Don't forget your passport


----------



## Isa123 (Sep 30, 2010)

darlingbuds said:


> Hi There
> 
> 4 weeks to go until the move. We have decided to come over with our 30 kilos (each). Not shipping anything and using our relocation allowance to buy up new.
> 
> ...



I am new to this too and you are exactly speaking my mind! I also have one month to go and there is only that much space in one's suitcase, so I will watch this thread closely. I can also relate to your question regarding gym wear, I was wondering about that too.

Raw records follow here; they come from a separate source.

//! The labelled accuracy benchmark: how often plumbline's verdicts and flags are right on
//! documents nobody here wrote. Run it with
//!
//! ```sh
//! tests/accuracy/run.sh full [--write-readme]   # both splits, the sweep, README's figures
//! tests/accuracy/run.sh ci                      # reduced test split, checked against README
//! ```
//!
//! `run.sh` installs the Debian packages the store is built from and calls this harness
//! (`cargo bench --bench accuracy -- --mode … --store …`). The steps: write the store's
//! manifest and load it with the plumbline library ([`corpus`]); generate labelled
//! answers ([`generate`], with the edits of [`edits`]); run the real `plumbline check`
//! binary on them with `--json`; score the findings against the labels ([`score`]); on a
//! full run, sweep the thresholds and scorer parameters on the tuning split ([`sweep`]);
//! print the table, write the results JSON and the failure examples, and write or check
//! README's block ([`readme`]). See DEVELOPERS.md, "Accuracy benchmark".

mod corpus;
mod edits;
mod generate;
mod readme;
mod rng;
mod score;
mod sweep;

use std::io::Write;
use std::path::{Path, PathBuf};
use std::process::{Command, ExitCode};
use std::time::Instant;

use plumbline::findings::Report;
use plumbline::store::extract::{Format, extract};
use plumbline::store::{Store, StoreLimits};
use serde_json::{Value, json};

use corpus::Split;
use generate::{Admissible, CitationLabel, Generated, Generator, Label};
use score::Found;

const USAGE: &str = "usage: accuracy --mode full|ci --store DIR [--work DIR] [--seed N] [--sentences N] \
[--ci-sentences N] [--packages TEXT] [--write-readme] [--readme FILE] [--no-sweep] [--config FILE]";

#[derive(Debug)]
struct Args {
    mode: String,
    store: PathBuf,
    work: PathBuf,
    seed: u64,
    /// Labelled sentences per split in a full run.
    sentences: usize,
    /// Labelled sentences of the CI subset (the first answers of the test split).
    ci_sentences: usize,
    packages: String,
    write_readme: bool,
    readme: PathBuf,
    sweep: bool,
    config: Option<PathBuf>,
}

fn parse_args() -> Result<Args, String> {
    let mut a = Args {
        mode: String::new(),
        store: PathBuf::from("target/accuracy/store"),
        work: PathBuf::from("target/accuracy"),
        seed: 1,
        sentences: 6_000,
        ci_sentences: 1_200,
        packages: "unknown".into(),
        write_readme: false,
        readme: PathBuf::from("README.md"),
        sweep: true,
        config: None,
    };
    let mut it = std::env::args().skip(1);
    while let Some(k) = it.next() {
        let mut val = |name: &str| it.next().ok_or(format!("{name} needs a value"));
        match k.as_str() {
            "--bench" => {}
            "--mode" => a.mode = val("--mode")?,
            "--store" => a.store = PathBuf::from(val("--store")?),
            "--work" => a.work = PathBuf::from(val("--work")?),
            "--seed" => a.seed = val("--seed")?.parse().map_err(|e| format!("--seed: {e}"))?,
            "--sentences" => {
                a.sentences =
                    val("--sentences")?.parse().map_err(|e| format!("--sentences: {e}"))?
            }
            "--ci-sentences" => {
                a.ci_sentences =
                    val("--ci-sentences")?.parse().map_err(|e| format!("--ci-sentences: {e}"))?
            }
            "--packages" => a.packages = val("--packages")?,
            "--write-readme" => a.write_readme = true,
            "--readme" => a.readme = PathBuf::from(val("--readme")?),
            "--no-sweep" => a.sweep = false,
            "--config" => a.config = Some(PathBuf::from(val("--config")?)),
            other => return Err(format!("unknown option {other}")),
        }
    }
    if a.mode != "full" && a.mode != "ci" {
        return Err(format!("--mode must be full or ci, found {}", a.mode));
    }
    if a.mode == "ci" && a.write_readme {
        return Err("--write-readme needs a full run".into());
    }
    Ok(a)
}
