/// Whether the word at `a..b` is plain prose: letters only, lower-case (or capitalised
/// as the first word), and not glued to code-like neighbours.
fn is_prose_word(s: &str, a: usize, b: usize) -> bool {
    let w = &s[a..b];
    let lower = w.chars().all(|c| c.is_ascii_lowercase());
    let cap = a == 0
        && w.chars().next().is_some_and(|c| c.is_ascii_uppercase())
        && w.chars().skip(1).all(|c| c.is_ascii_lowercase());
    if !(lower || cap) {
        return false;
    }
    let before = s[..a].chars().next_back();
    let after = s[b..].chars().next();
    let ok_before = before.is_none_or(|c| c == ' ' || c == '(' || c == '“' || c == '‘');
    let ok_after = after.is_none_or(|c| " ,;:)”’".contains(c) || c == '.');
    let dot_ok = !(after == Some('.') && s[b + 1..].chars().next().is_some_and(|c| c != ' '));
    ok_before && ok_after && dot_ok
}

/// Replaces `a..b` of `s` with `with`, keeping a capital first letter.
fn replace_at(s: &str, a: usize, b: usize, with: &str) -> String {
    let orig = &s[a..b];
    let with = if orig.chars().next().is_some_and(|c| c.is_ascii_uppercase()) {
        capitalise(with)
    } else {
        with.to_owned()
    };
    format!("{}{}{}", &s[..a], with, &s[b..])
}

pub fn capitalise(s: &str) -> String {
    let mut c = s.chars();
    match c.next() {
        Some(f) => f.to_uppercase().collect::<String>() + c.as_str(),
        None => String::new(),
    }
}

/// Capitalised words that are names and keep their capital anywhere.
const NAMES: &[&str] = &[
    "Python", "Unix", "Windows", "Linux", "Mac", "Perl", "Tcl", "Java", "Postgres", "English",
    "Unicode", "Boolean", "I",
];

/// `s` with its first letter lower-cased where the first word is a plain capitalised
/// word (not a name, an acronym or an identifier).
fn decapitalise(s: &str) -> String {
    let first = s.split([' ', ',']).next().unwrap_or("");
    let plain = first.chars().next().is_some_and(|c| c.is_ascii_uppercase())
        && first.chars().skip(1).all(|c| c.is_ascii_lowercase())
        && first.len() > 1;
    if plain && !NAMES.contains(&first) {
        let mut c = s.chars();
        match c.next() {
            Some(f) => f.to_lowercase().collect::<String>() + c.as_str(),
            None => String::new(),
        }
    } else {
        s.to_owned()
    }
}

/// Negation cues, counted on words (`n't` contractions, `cannot`, `not`, `no`, `never`, …).
pub fn negations(s: &str) -> usize {
    words(s)
        .iter()
        .map(|&(a, b)| s[a..b].to_lowercase().replace('’', "'"))
        .filter(|w| {
            matches!(
                w.as_str(),
                "not"
                    | "no"
                    | "never"
                    | "none"
                    | "nothing"
                    | "nobody"
                    | "neither"
                    | "nor"
                    | "without"
                    | "cannot"
                    | "nowhere"
            ) || w.ends_with("n't")
        })
        .count()
}

/// Digit runs of `s`, in order.
fn digit_runs(s: &str) -> Vec<String> {
    static D: LazyLock<Regex> = LazyLock::new(|| re(r"[0-9]+"));
    D.find_iter(s).map(|m| m.as_str().to_owned()).collect()
}

/// Identifier-shaped tokens (snake_case, dotted names, CamelCase, ALL CAPS), sorted.
fn identifier_tokens(s: &str) -> Vec<String> {
    let mut v: Vec<String> = IDENT_KINDS
        .iter()
        .flat_map(|(_, r)| r.find_iter(s).map(|m| m.as_str().to_owned()).collect::<Vec<_>>())
        .collect();
    v.sort();
    v
}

So ladies, what about hosiery in the business world? Here, I would not wear a skirt without tights but is this an extremely ridiculous thought with that kind of weather - or just the same because of the a/c cooling everything down so much? What is considered appropriate?

Thanks!


----------



## Anwaruddin (Oct 15, 2010)

Plenty, yes. If you have already settled and acquainted yourself in Dubai. Trust me, the "personal hygiene" thing won't let you down (Rexona)


----------



## pamela0810 (Apr 5, 2010)

It's less than 2 months to Christmas, if you prepare a lot of Christmas sweets, etc....bring that dessicated coconut! I've had trouble finding it here too!
Isa123, it's usually 50 degrees outdoors but 18 degrees indoors during summer, so a lot of people wear tights.
As for shorts in the gym, I've seen people wear far less and have gotten away with it. As long as you are respectable of the customs and do not wear provocative outfits in public, you will be fine.


----------



## newbie913 (Aug 31, 2010)

Isa123 said:


> I am new to this too and you are exactly speaking my mind! I also have one month to go and there is only that much space in one's suitcase, so I will watch this thread closely. I can also relate to your question regarding gym wear, I was wondering about that too.
> 
> So ladies, what about hosiery in the business world? Here, I would not wear a skirt without tights but is this an extremely ridiculous thought with that kind of weather - or just the same because of the a/c cooling everything down so much? What is considered appropriate?
> 
> Thanks!


Hello ladies,

Gym – i go to fitness first and people wear whatever they like out there. Not a problem at all.. shorts/sports bra’s the works.. obviously u wouldn’t want to go home on public transport like that but within the gym, no one cares.. if its the gym in ur building, i suppose it depends if it is busy or quiet..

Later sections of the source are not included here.